Il s’arrête un peu… René n’essaie plus de lui imposer le silence ; il voit que pour lui, si fermé aux confidences, c’est un apaisement, dans sa faiblesse inaccoutumée, de se confier à une sympathie dont la sûreté lui est un viatique. Et il écoute, le cœur battant à larges coups, l’évocation de la nuit tragique.

Le blessé reprend de la même voix lente et basse, coupée d’arrêts, comme il parlerait en rêve, ou observant un spectacle lointain.

— Il pleuvait bien fort, ce soir-là… J’entendais l’averse battre mes vitres… de même que je l’ai entendue, cet été, aux Passiflores, pendant mes nuits blanches… Ainsi, le silence était moins lourd… ce silence de la maison déserte qui me semblait déjà celui d’une tombe. J’en étais à trouver bon le roulement, bien rare ! des voitures, car c’était de la vie autour de moi… Heureusement, j’avais tant à écrire, tant de dispositions définitives à prendre, que je n’avais guère le loisir de réfléchir… bien en vain !… ni de m’attarder à considérer, sur mon bureau, l’image de mes « petits », le portrait de Marie… celui où elle est en robe de bal, avec un air de sérénité heureuse qui me semblait, alors, atroce à contempler… Mais, j’étais surtout hanté par une autre vision d’elle, toute jeune, aux premiers temps de… de notre bonheur… A quoi n’ai-je pas songé pendant cette dernière heure !…

Il se tait.

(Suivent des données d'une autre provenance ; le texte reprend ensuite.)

// SPDX-License-Identifier: GPL-3.0-or-later
#include "method/dim_signal.h"

#include <boost/math/distributions/chi_squared.hpp>
#include <cmath>
#include <numbers>

namespace kneeprint {

std::array<ProductIndex, 9> dim_products() {
  std::array<ProductIndex, 9> out;
  for (int k = 1; k <= 9; ++k) {
    const bool below = k * kDimSquare.value() < kDimSine.value();
    out[static_cast<std::size_t>(k) - 1] = below ? ProductIndex{-k, 1} : ProductIndex{k, -1};
  }
  return out;
}

std::complex<double> square_harmonic(int n, Hertz fundamental, Hertz pole) {
  if (n % 2 == 0) return 0.0;
  const std::complex<double> sine(0.0, -4.0 / (std::numbers::pi * n));
  return sine / std::complex<double>(1.0, n * fundamental.value() / pole.value());
}

double steepest_slope(Hertz fundamental, Hertz pole) {
  const double tau = 1.0 / (2.0 * std::numbers::pi * pole.value());
  return (1.0 + std::tanh(period(fundamental).value() / (4.0 * tau))) / tau;
}

RelativeReading dim_figure(std::span<const Line> products,
                           std::span<const RelativeReading> readings, const Line& sine) {
  double power = 0.0, noise = 0.0;
  for (const Line& l : products) {
    power += std::norm(l.mean);
    noise += 2.0 * l.u * l.u;
  }
  const double dof = 2.0 * static_cast<double>(products.size());
  const double most = boost::math::quantile(boost::math::chi_squared(dof), 0.95) / dof;
  if (power > most * noise) return root_sum_of(readings);
  std::vector<RelativeReading> limits(readings.begin(), readings.end());
  for (std::size_t i = 0; i < limits.size(); ++i) {
    limits[i].flag = Flag::noise;
    limits[i].ratio =
        amplitude_upper_limit(std::abs(products[i].mean), products[i].u) / std::abs(sine.mean);
  }
  return root_sum_of(limits);
}

}  // namespace kneeprint
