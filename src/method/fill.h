// SPDX-License-Identifier: GPL-3.0-or-later
// Fill: the share of auditory bands in which distortion stands above what the tones mask.
#pragma once

#include <span>

#include "curve/points.h"

namespace kneeprint {

/// One band; powers in any one unit.
struct BandAudibility {
  double threshold = 0.0;   ///< from which distortion is heard
  double distortion = 0.0;  ///< as read
  double u = 0.0;           ///< standard uncertainty of it
  double upper = 0.0;       ///< 95 % upper limit, used when the distortion was not seen
  /// none: the distortion is the unit's; noise: not seen; floor: at or under what the rig shows.
  Flag flag = Flag::none;
};

struct FillReading {
  double percent = 0.0;
  Cell expanded_u;  ///< 95 %, in percent; empty for an upper limit
  Flag flag = Flag::none;
};

/// A band whose distortion was seen counts with the probability that it is above the threshold
/// (normal, JCGM 100:2008 G.1); the number of such bands is then a sum of independent yes-or-no
/// draws, whose 2.5 and 97.5 % quantiles are computed in full (Poisson binomial; a propagation of
/// distributions as in JCGM 101:2008, in closed form). A band whose distortion was not seen counts
/// as empty; where even its upper limit reaches the threshold it is undecided and extends the
/// interval upwards. When no band was seen and some are undecided, the figure is an upper limit:
/// the share of the undecided, flagged noise (floor, when the rig alone hides any).
/// `bands` is not empty.
FillReading fill_of(std::span<const BandAudibility> bands);

}  // namespace kneeprint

Son visage, spirituellement ironique, a une sorte de majesté grave, car l’écho frémit encore en lui des souvenirs dont le torrent a jailli, alors que la volonté, enfin, ne leur imposait plus silence… Souvenirs de l’enfance joyeuse, de l’ardente jeunesse, et de la vie d’homme avec ses efforts, ses folies, ses ivresses, ses défaillances, ses troubles, ses luttes… Souvenirs lointains ou proches, ressuscitant une image pâlie, la caresse d’une voix, d’un parfum… Souvenirs imprimés dans son cerveau, dans son âme, dans sa chair, devenus le tissu même de son être…

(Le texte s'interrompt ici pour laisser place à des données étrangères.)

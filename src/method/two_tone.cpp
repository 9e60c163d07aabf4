// SPDX-License-Identifier: GPL-3.0-or-later
#include "method/two_tone.h"

#include <fmt/format.h>

#include <algorithm>
#include <cmath>
#include <numbers>
#include <numeric>

#include "quantity/failure.h"

namespace kneeprint {
namespace {

constexpr int kTailBlocks = 1;
constexpr int kHighestOrder = 5;  // of the products listed
constexpr double kDegrees = 180.0 / std::numbers::pi;
constexpr double kTenDecibels = 3.1622776601683795;

// What the sum, and the root sum of squares, of two amplitudes of noise alone exceed in 5 % of
// cases, over the root sum of their standard uncertainties (taken as equal): F(s) = 1 - exp(-s^2/2)
// - sqrt(pi)/2 s exp(-s^2/4) erf(s/2) for the sum of two unit Rayleigh variates (convolution of
// their densities) is 0.95 at s = 4.146052; chi of four degrees of freedom has it at 3.080216; both
// over sqrt 2.
constexpr double kNoiseSum95 = 2.931701830;
constexpr double kNoiseRootSum95 = 2.178041441;

CoherentPair coherent(const TonePair& pair, const TakeSpec& spec, Hertz rate) {
  return coherent_pair(pair.f1, pair.f2, rate, spec.settings.block);
}

HoldLayout hold_of(const CoherentPair& played, const TakeSpec& spec, Hertz rate) {
  return held_layout(played.f1, rate, played.block, spec.hold_blocks);
}

HoldLayout tail_of(const TonePair& pair, const CoherentPair& played, const TakeSpec& spec,
                   Hertz rate) {
  if (!pair.f2_alone) return {};
  return tail_layout(played.f1, rate, played.block, spec.hold_blocks, kTailBlocks);
}

HeldStimulus held(const TonePair& pair, const TakeSpec& spec, Hertz rate) {
  const CoherentPair played = coherent(pair, spec, rate);
  const double peak = sine_peak(spec.send);
  const std::array tones{Tone{played.f1, pair.share1() * peak},
                         Tone{played.f2, pair.share2() * peak}};
  const std::array alone{tones[1]};
  return held_tones(tones, rate, played.block, spec.hold_blocks, alone,
                    pair.f2_alone ? kTailBlocks : 0);
}

// Lines at multiples of `stride` bins of the first block, as peak amplitudes (line 0 twice its
// mean). Its periods are summed first: so short a transform costs a tenth of the block's, and the
// bins between are not asked for.
std::vector<std::complex<double>> folded_lines(const Waveform& take, const HoldLayout& hold,
                                               std::size_t stride) {
  const std::size_t period = hold.block / stride;
  std::vector<double> sum(period, 0.0);
  for (std::size_t k = 0; k < stride; ++k) {
    const double* from = take.samples.data() + hold.first_block + k * period;
    for (std::size_t n = 0; n < period; ++n) sum[n] += from[n];
  }
  std::vector<std::complex<double>> lines = forward_fft(sum);
  for (auto& z : lines) z *= 2.0 / static_cast<double>(hold.block);
  return lines;
}

}  // namespace

// One product, or several taken together.
struct TwoToneReading::Part {
  double read = 0.0;       // as it stands in the spectrum
  double amplitude = 0.0;  // what noise adds taken off
  double u = 0.0, dof = kInfiniteDof;
  double noise_threshold = 0.0;  // at most this: noise
  double limit = 0.0;            // 95 % upper limit of the amplitude
  double split_u = 0.0;          // relative, from the unknown split of the rig's response
  double floor = 0.0;            // the rig's, relative to the reference; 0: unknown
  std::optional<double> alone;   // with f2 alone
  bool in_reach = true;
  bool readable = true;
};

TonePair with_options(TonePair pair, const StepOptions& options) {
  if (options.tones.size() == 2) {
    pair.as_named &= options.tones[0] == pair.f1 && options.tones[1] == pair.f2;
    pair.f1 = options.tones[0];
    pair.f2 = options.tones[1];
  }
  if (options.ratio) {
    pair.as_named &= *options.ratio == pair.ratio;
    pair.ratio = *options.ratio;
  }
  return pair;
}

Seconds two_tone_block_length(const TonePair& pair, const TakeSpec& spec, Hertz rate) {
  return Seconds(static_cast<double>(coherent(pair, spec, rate).block) / rate.value());
}

int two_tone_first_hold_blocks(const TonePair& pair, const TakeSpec& spec, Hertz rate) {
  return kept_blocks(spec.settings, two_tone_block_length(pair, spec, rate)) + 1;
}

std::size_t two_tone_length(const TonePair& pair, const TakeSpec& spec, Hertz rate) {
  const CoherentPair played = coherent(pair, spec, rate);
  return held_length(played.f1, rate, played.block, spec.hold_blocks,
                     pair.f2_alone ? kTailBlocks : 0);
}
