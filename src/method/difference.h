// SPDX-License-Identifier: GPL-3.0-or-later
// Difference-frequency distortion: two equal tones close together. IEC 60268-3
// (difference-frequency distortion of order n, from memory), referred to the arithmetic sum of both
// output tones:
//   d2 = |U(f2 - f1)| / (|U(f1)| + |U(f2)|)
//   d3 = (|U(2 f1 - f2)| + |U(2 f2 - f1)|) / (|U(f1)| + |U(f2)|)
//   total = sqrt(d2^2 + d3^2)
// `ccif` is 19 and 20 kHz, 1:1 (frequencies from memory). Peak equal to the sine's.
#pragma once

#include "method/method.h"

namespace kneeprint {

Method ccif_difference();

}  // namespace kneeprint
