// SPDX-License-Identifier: GPL-3.0-or-later
// Modulation distortion: a strong low tone and a weak high one; the low tone's sidebands around the
// high one. IEC 60268-3 (modulation distortion of order n, from memory):
//   m2 = (|U(f2 - f1)| + |U(f2 + f1)|) / |U(f2)|        m3 = (|U(f2 - 2 f1)| + |U(f2 + 2 f1)|) /
//   |U(f2)| total = sqrt(m2^2 + m3^2)
// `smpte` is exactly 60 Hz and 7 kHz, 4:1 (SMPTE RP 120, number from memory). Peak equal to the
// sine's.
#pragma once

#include "method/method.h"

namespace kneeprint {

Method smpte_modulation();

}  // namespace kneeprint
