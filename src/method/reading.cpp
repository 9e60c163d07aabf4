// SPDX-License-Identifier: GPL-3.0-or-later
#include "method/reading.h"

#include <algorithm>
#include <array>
#include <cmath>
#include <numbers>

namespace kneeprint {

Amplitude amplitude_of(double read, double u, double dof) {
  const bool in_noise = read <= noise_threshold(u);
  return {without_noise(read, u), u, dof, in_noise,
          in_noise ? amplitude_upper_limit(read, u) : 0.0};
}

RelativeReading relate(const Amplitude& amplitude, const Line& reference, double floor) {
  const double carrier = std::abs(reference.mean);
  RelativeReading out;
  out.ratio = amplitude.value / carrier;
  out.common_u = out.ratio * reference.u / carrier;
  const std::array parts{Contribution{amplitude.u / carrier, amplitude.dof},
                         Contribution{out.common_u, reference.dof},
                         Contribution{floor / std::numbers::sqrt2, kInfiniteDof}};
  const Contribution combined = combine(parts);
  out.u = combined.u;
  out.dof = combined.dof;
  if (amplitude.in_noise) {
    out.flag = Flag::noise;
    out.ratio = amplitude.limit / carrier;
  } else if (out.ratio <= floor) {
    out.flag = Flag::floor;
  }
  return out;
}

RelativeReading relate(double amplitude, double u, double dof, const Line& reference,
                       double floor) {
  return relate(amplitude_of(amplitude, u, dof), reference, floor);
}

RelativeReading with_common(const RelativeReading& r, double relative_u) {
  RelativeReading out = r;
  const double common = r.ratio * relative_u;
  const std::array parts{Contribution{r.u, r.dof}, Contribution{common, kInfiniteDof}};
  const Contribution combined = combine(parts);
  out.u = combined.u;
  out.dof = combined.dof;
  out.common_u = std::hypot(r.common_u, common);
  return out;
}

bool serves_as_reference(const Line& tone, int blocks) {
  // Noise alone passes 5 sigma in 4 of 10^6.
  return std::abs(tone.mean) > std::max(5.0, 2.5 * std::sqrt(blocks)) * tone.u;
}

RelativeReading root_sum_of(std::span<const RelativeReading> parts) {
  double seen = 0.0, limits = 0.0;
  bool any_seen = false, all_floor = true;
  for (const RelativeReading& r : parts) {
    (r.flag == Flag::noise ? limits : seen) += r.ratio * r.ratio;
    if (r.flag == Flag::noise) continue;
    any_seen = true;
    all_floor &= r.flag == Flag::floor;
  }
  RelativeReading out;
  out.ratio = std::sqrt(any_seen ? seen : limits);
  if (!any_seen) out.flag = Flag::noise;
  if (any_seen && all_floor) out.flag = Flag::floor;
  if (!(out.ratio > 0.0)) return out;
  std::vector<Contribution> terms;
  for (const RelativeReading& r : parts) {
    if (any_seen && r.flag == Flag::noise) continue;
    const double own = std::sqrt(std::max(0.0, r.u * r.u - r.common_u * r.common_u));
    terms.push_back({r.ratio * own / out.ratio, r.dof});
    out.common_u += r.ratio * r.common_u / out.ratio;
  }
  terms.push_back({out.common_u, kInfiniteDof});
  if (any_seen && limits > 0.0) {
    const double most = std::sqrt(seen + limits) - out.ratio;
    terms.push_back({most / (2.0 * std::sqrt(3.0)), kInfiniteDof});
  }
  const Contribution combined = combine(terms);
  out.u = combined.u;
  out.dof = combined.dof;
  return out;
}

bool reaches_full_scale(const Waveform& take, const HoldLayout& hold) {
  constexpr double kEnd = 0.9999;
  // Peaks side by side and no early exit, so that the loop runs on vectors: a clipped take is the
  // exception.
  constexpr std::size_t kLanes = 8;
  std::array<double, kLanes> peaks{};
  std::size_t n = hold.first_block;
  for (; n + kLanes <= hold.end(); n += kLanes) {
    for (std::size_t i = 0; i < kLanes; ++i) {
      const double x = std::abs(take.samples[n + i]);
      peaks[i] = x > peaks[i] ? x : peaks[i];
    }
  }
  for (; n < hold.end(); ++n) peaks[0] = std::max(peaks[0], std::abs(take.samples[n]));
  return *std::max_element(peaks.begin(), peaks.end()) >= kEnd;
}

Settled judge_settling(const BlockSpectra& spectra, std::span<const std::size_t> bins,
                       const TakeSettings& settings, Seconds block) {
  constexpr double kClearOfNoise =
      10.0;  // 20 dB: below, the scatter of a block's level is no longer Gaussian
  std::vector<std::vector<double>> levels;
  std::vector<BlockTrend> trends;
  levels.reserve(bins.size());
  for (const std::size_t bin : bins) {
    const double sigma = spectra.noise_around(bin, 0).sigma;
    std::vector<double> decibels;
    double smallest = INFINITY;
    for (int b = 0; b < spectra.blocks(); ++b) {
      const double amplitude = std::abs(spectra.at(b, bin));
      smallest = std::min(smallest, amplitude);
      decibels.push_back(20.0 * std::log10(amplitude));
    }
    if (!(smallest > kClearOfNoise * sigma) || smallest <= 0.0) continue;
    levels.push_back(std::move(decibels));
    trends.push_back({levels.back(), kDbPerRelative * sigma / smallest});
  }
  return find_settled(trends, spectra.blocks(), kept_blocks(settings, block), block,
                      settings.longest_time_constant, settings.wanted_uncertainty);
}

int kept_blocks(const TakeSettings& settings, Seconds block) {
  constexpr int kLeast = 3;  // fewer leave no scatter to speak of
  const double wanted = settings.block.value() * settings.blocks;
  return std::max(kLeast, static_cast<int>(std::ceil(wanted / block.value() - 1e-9)));
}

Flag gravest(std::span<const Flag> flags) {
  constexpr std::array order{Flag::clipped, Flag::unsteady, Flag::alias, Flag::noise, Flag::floor};
  for (const Flag f : order) {
    if (std::find(flags.begin(), flags.end(), f) != flags.end()) return f;
  }
  return Flag::none;
}

}  // namespace kneeprint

L’étreinte de René se fait plus étroite encore, pour que cet homme sente qu’il n’est plus seul à porter le poids de son épreuve.

Dans sa vie de soldat, René, lui aussi, a vu la mort de tout près… Mais c’était dans la fièvre, la fougue de l’action, la griserie du danger audacieusement bravé, non pas l’horreur calme et glacée de la solitude ; et il pense que, jamais plus, il ne pourra juger faible, celui qui disparaît ainsi…

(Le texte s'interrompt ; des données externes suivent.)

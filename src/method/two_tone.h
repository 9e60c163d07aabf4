// SPDX-License-Identifier: GPL-3.0-or-later
// Two steady tones and the products between them: what modulation and difference-frequency methods
// share. A product k1 f1 + k2 f2 is referred to both tones' own phases, block by block.
#pragma once

#include <array>
#include <complex>
#include <optional>
#include <string>
#include <vector>

#include "method/method.h"
#include "method/reading.h"

namespace kneeprint {

struct ProductIndex {
  int k1 = 0, k2 = 0;  ///< frequency |k1 f1 + k2 f2|
};

struct TonePair {
  std::string_view method;
  Hertz f1, f2;
  double share1 = 0.5, share2 = 0.5;  ///< of the peak, sum 1
  /// A segment in which f2 sounds alone, at its own level, shows what stands on its sidebands
  /// already.
  bool f2_alone = false;
};

int two_tone_first_hold_blocks(const TonePair& pair, const TakeSpec& spec, Hertz rate);
Seconds two_tone_block_length(const TonePair& pair, const TakeSpec& spec, Hertz rate);
std::size_t two_tone_length(const TonePair& pair, const TakeSpec& spec, Hertz rate);
Stimulus two_tone_stimulus(const TonePair& pair, const TakeSpec& spec, Hertz rate);

class TwoToneReading {
 public:
  TwoToneReading(const TonePair& pair, const TakeSpec& spec, const TakeData& take,
                 const RigView& rig);

  const TakeVerdict& verdict() const { return verdict_; }
  /// False when a tone is under the noise: nothing can be referred to it.
  bool has_tones() const { return has_tones_; }
  const Line& tone2() const { return tone2_; }
  double drive() const { return drive_; }
  LevelDbfs return_level() const { return return_level_; }

  Line product(ProductIndex p) const;
  /// Amplitude at the product's frequency while f2 sounds alone; empty without such a segment.
  std::optional<double> alone(ProductIndex p) const;
  /// Is the product below the highest frequency that this rate can show?
  bool in_reach(ProductIndex p) const;
  Hertz frequency(ProductIndex p) const;

  /// The arithmetic sum of two products over `carrier` (IEC 60268-3), as one row named `name`.
  struct Sum {
    RelativeReading reading;
    IntermodPoint point;
  };
  Sum sum(const std::string& name, std::array<ProductIndex, 2> pair, const Line& carrier,
          double rig_floor) const;
  /// As sum(), for a single product.
  Sum single(const std::string& name, ProductIndex p, const Line& carrier, double rig_floor) const;
  /// sqrt(a^2 + b^2) as row "total".
  IntermodPoint total(const Sum& a, const Sum& b) const;

 private:
  struct Part {
    double amplitude = 0, u = 0, dof = kInfiniteDof;
    std::optional<double> alone;
    bool in_reach = true;
  };
  Sum finish(const std::string& name, const Part& part, const Line& carrier,
             double rig_floor) const;
  IntermodPoint blank(const std::string& name) const;
  std::size_t bin(ProductIndex p) const;
  double turn(ProductIndex p, int block) const;

  const TonePair& pair_;
  const RigView& rig_;
  Hertz rate_;
  HoldLayout hold_, tail_;
  std::size_t cycles1_, cycles2_;
  BlockSpectra spectra_;
  std::optional<BlockSpectra> alone_spectra_;
  int first_ = 0;
  Flag take_flag_ = Flag::none;
  Line tone1_, tone2_;
  double drive_ = 0.0;
  LevelDbfs return_level_;
  bool has_tones_ = false;
  TakeVerdict verdict_;
};

}  // namespace kneeprint
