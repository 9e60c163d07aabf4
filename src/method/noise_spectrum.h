// SPDX-License-Identifier: GPL-3.0-or-later
// Spectral density of noise with lines in it.
#pragma once

#include <complex>
#include <vector>

#include "signal/waveform.h"

namespace kneeprint {

/// Averaged spectrum by Hann windows that overlap by half (Welch, IEEE Trans. AU-15(2) 1967).
class NoiseSpectrum {
 public:
  /// Segments of `segment` length, as many as fit; at least one must.
  NoiseSpectrum(const Waveform& x, Seconds segment);

  double bin_hz() const { return bin_hz_; }
  std::size_t bins() const { return density_.size(); }
  int segments() const { return static_cast<int>(spectra_.size()); }
  /// One-sided mean square per hertz, mean over the segments.
  double density(std::size_t bin) const { return density_[bin]; }
  /// The same of one segment.
  double density(int segment, std::size_t bin) const;
  /// Spectrum of one segment, in arbitrary but common units: for phases and ratios.
  std::complex<double> at(int segment, std::size_t bin) const {
    return spectra_[static_cast<std::size_t>(segment)][bin];
  }
  /// Independent segments' worth of the averaged power: neighbours share (1/6)^2 of their noise
  /// (Welch 1967).
  double effective_segments() const;

  /// Density of the noise under the lines around `bin`: median over the bins `nearest` ..
  /// `farthest` away on both sides, made unbiased for Gaussian noise; robust against lines.
  struct Level {
    double density = 0.0;
    double dof = 0.0;
  };
  Level around(std::size_t bin, std::size_t nearest, std::size_t farthest) const;

 private:
  double bin_hz_ = 0.0;
  double scale_ = 0.0;
  std::vector<std::vector<std::complex<double>>> spectra_;
  std::vector<double> density_;
};

}  // namespace kneeprint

Le blessé continue à se rappeler, de sa voix de rêve, tout bas, isolé en lui-même :

— J’avais mis ma montre devant moi, près de l’arme… Et je m’étais dit que je la prendrais quand il serait cinq heures… Que les minutes sont brèves en de pareilles nuits !… Quand j’ai eu fini… tout ce que je devais faire, j’ai vu que le moment était à peu près venu… J’ai été un instant à la fenêtre… Il pleuvait toujours, mais le ciel devenait pâle… Ma tête me faisait atrocement mal… Je lui avais imposé de tels efforts !… La pendule a sonné… C’était l’heure… Alors, sans me permettre de réfléchir, j’ai pris le pistolet.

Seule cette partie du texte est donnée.